14 mars 2017

Expositions et mortalité reliées à l’aménagement et au transport urbain : une évaluation des impacts à la santé pour les villes

Résumé scientifique
Le texte qui suit est le résumé d’une publication scientifique (ou d’une étude) n’ayant pas été réalisée par l’Institut national de santé publique du Québec. Cette analyse critique ne peut donc pas être considérée comme la position de l’Institut.

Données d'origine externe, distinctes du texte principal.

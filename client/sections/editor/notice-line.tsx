import { useUnits } from '#client/app/units.ts';
import { type SheetLayout } from '#client/drawing/sheet-layout.ts';
import { type Notice, noticeText, noticeTone } from './notices.ts';

interface NoticeLineProps {
  readonly notice: Notice | null;
  readonly chordMm: number;
  readonly layout: SheetLayout;
}

const HINT = 'Drag a mark, or press a dimension and type. Arrow keys move the marked point.';

/** What there is to say about the last change: in the free corner of the sheet, or under it where it is narrow. */
export function NoticeLine({ notice, chordMm, layout }: NoticeLineProps) {
  const units = useUnits();
  const { remark, compact, scale } = layout;
  const tone = notice === null ? 'text-graphite' : TONES[noticeTone(notice)];
  const place = compact
    ? undefined
    : {
        left: (remark.x + 14) * scale,
        top: (remark.y + 4) * scale,
        width: (remark.width - 36) * scale,
        height: (remark.height - 44) * scale,
      };
  return (
    <p
      role="status"
      style={place}
      className={`pointer-events-none overflow-hidden text-xs ${compact ? 'min-h-9 pt-1' : 'absolute'} ${tone}`}
    >
      {notice === null ? HINT : noticeText(notice, chordMm, units)}
    </p>
  );
}

const TONES = {
  info: 'border-l-2 border-ink pl-2 text-ink',
  caution: 'border-l-2 border-amber pl-2 text-amber',
} as const;
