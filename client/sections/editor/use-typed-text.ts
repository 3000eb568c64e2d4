import { type ChangeEvent, type FocusEvent, type KeyboardEvent, useState } from 'react';

export type ReadText<Value> =
  { readonly value: Value; readonly error?: never } | { readonly error: string; readonly value?: never };

/**
 * Text being typed for a value: taken over by Enter or on leaving, taken back by Esc; text that cannot be used stays as
 * it was typed, with the reason.
 * @param shown The value in use, as text.
 */
export function useTypedText<Value>(
  shown: string,
  read: (text: string) => ReadText<Value>,
  onCommit: (value: Value) => void,
) {
  const [typed, setTyped] = useState<string | null>(null);
  const [error, setError] = useState<string | undefined>(undefined);
  const close = () => {
    setTyped(null);
    setError(undefined);
  };
  const commit = () => {
    if (typed === null) return;
    const result = read(typed);
    if (result.error !== undefined) {
      setError(result.error);
      return;
    }
    close();
    onCommit(result.value);
  };
  return {
    text: typed ?? shown,
    error,
    close,
    handlers: {
      onChange: (event: ChangeEvent<HTMLInputElement>) => {
        setTyped(event.target.value);
        setError(undefined);
      },
      onFocus: (event: FocusEvent<HTMLInputElement>) => {
        event.target.select();
      },
      onBlur: commit,
      onKeyDown: (event: KeyboardEvent) => {
        if (event.key === 'Enter') commit();
        else if (event.key === 'Escape' && typed !== null) {
          event.preventDefault();
          event.stopPropagation();
          close();
        }
      },
    },
  };
}
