import { type SectionVersion } from '#server/contracts/sections.ts';
import { describeShape } from '#geometry/shapes/shape.ts';
import { ConflictDialog } from './conflict-dialog.tsx';
import { ExportDoor } from './export-door.tsx';
import { type Present } from './present.ts';
import { SaveDialog } from './save-dialog.tsx';
import { type useSave } from './use-save.ts';

interface EditorDialogsProps {
  readonly saving: ReturnType<typeof useSave>;
  readonly present: Present;
  /** The version that the work stands on. */
  readonly version: SectionVersion;
  readonly nextNumber: number;
  readonly dirty: boolean;
  readonly exporting: boolean;
  readonly onExportClose: () => void;
}

/** The dialogs of the editor: saving, a save that met another one, and the export. */
export function EditorDialogs(props: EditorDialogsProps) {
  const { saving, present, version, nextNumber, dirty, exporting, onExportClose } = props;
  const { save, note, busy } = saving;
  const common = {
    shape: present.shape,
    description: describeShape(present.shape),
    basedOn: version.number,
    note,
    busy,
  };
  if (save.step === 'asking') {
    return (
      <SaveDialog
        {...common}
        number={nextNumber}
        refusal={save.refusal}
        onSave={saving.run}
        onClose={saving.close}
      />
    );
  }
  if (save.step === 'conflict') {
    return (
      <ConflictDialog
        {...common}
        latest={save.latest}
        onSaveOnTop={() => {
          saving.saveOnTop(save.latest);
        }}
        onKeep={() => {
          saving.close(note);
        }}
      />
    );
  }
  if (!exporting) return null;
  return (
    <ExportDoor
      version={version}
      chordMm={present.chordMm}
      dirty={dirty}
      onSaveFirst={() => {
        onExportClose();
        saving.ask();
      }}
      onClose={onExportClose}
    />
  );
}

Son objectif est de porter à l’attention des lecteurs des éléments récents de la littérature scientifique, et ce, sous un éclairage critique découlant de l’expertise des auteurs du résumé.
Auteur(s)
Marie-Christine Gervais
M. Sc., conseillère scientifique, Institut national de santé publique du Québec

Contexte

Selon les estimations des Nations unies, 70 % de la population mondiale habitera en ville en 2050. Malgré certains bénéfices propres aux villes, dont un accès favorisé aux biens et services ainsi que des interactions sociales facilitées, l’environnement urbain peut engendrer plusieurs effets néfastes sur la santé de la population, que ce soit par l’adoption possible d’un mode de vie sédentaire, une exposition accrue à la pollution atmosphérique, au bruit et à la chaleur, ou un accès limité à un espace vert.

L’étude de Mueller et al. (2017) a pour but d’estimer le nombre de décès qui pourraient être évités si les recommandations internationales associées à certains facteurs de risque étaient respectées. Pour ce faire, le modèle UTOPHIA (Urban and TranspOrt Planning Health Impact Assessment), une évaluation des impacts à la santé développée par les auteurs, a été appliqué à la ville de Barcelone, en Espagne. 

Le cas de Barcelone

La ville de Barcelone compte 1 620 943 habitants répartis sur 101 km2. Le centre le plus densément peuplé de Barcelone peut présenter des températures jusqu’à 8 °C plus élevés que les zones environnantes, représentant un îlot de chaleur important. La pollution atmosphérique et les niveaux de bruit sont aussi parmi les plus hauts en Europe. De plus, les espaces verts sont surtout concentrés du côté ouest de Barcelone, donc seulement 6,8 m2 sont accessibles à chacun des résidents d’après une moyenne calculée à l’échelle de la ville.

Méthodologie

Pour estimer le nombre de décès évitables (mortalité toutes causes) advenant un respect des recommandations internationales, les auteurs de l’évaluation des impacts à la santé ont eu recours à des données recueillies à l’échelle des divisions de recensement en 2012 (n = 1 061 zones à l’étude), de même qu’à des données issues de la littérature scientifique. 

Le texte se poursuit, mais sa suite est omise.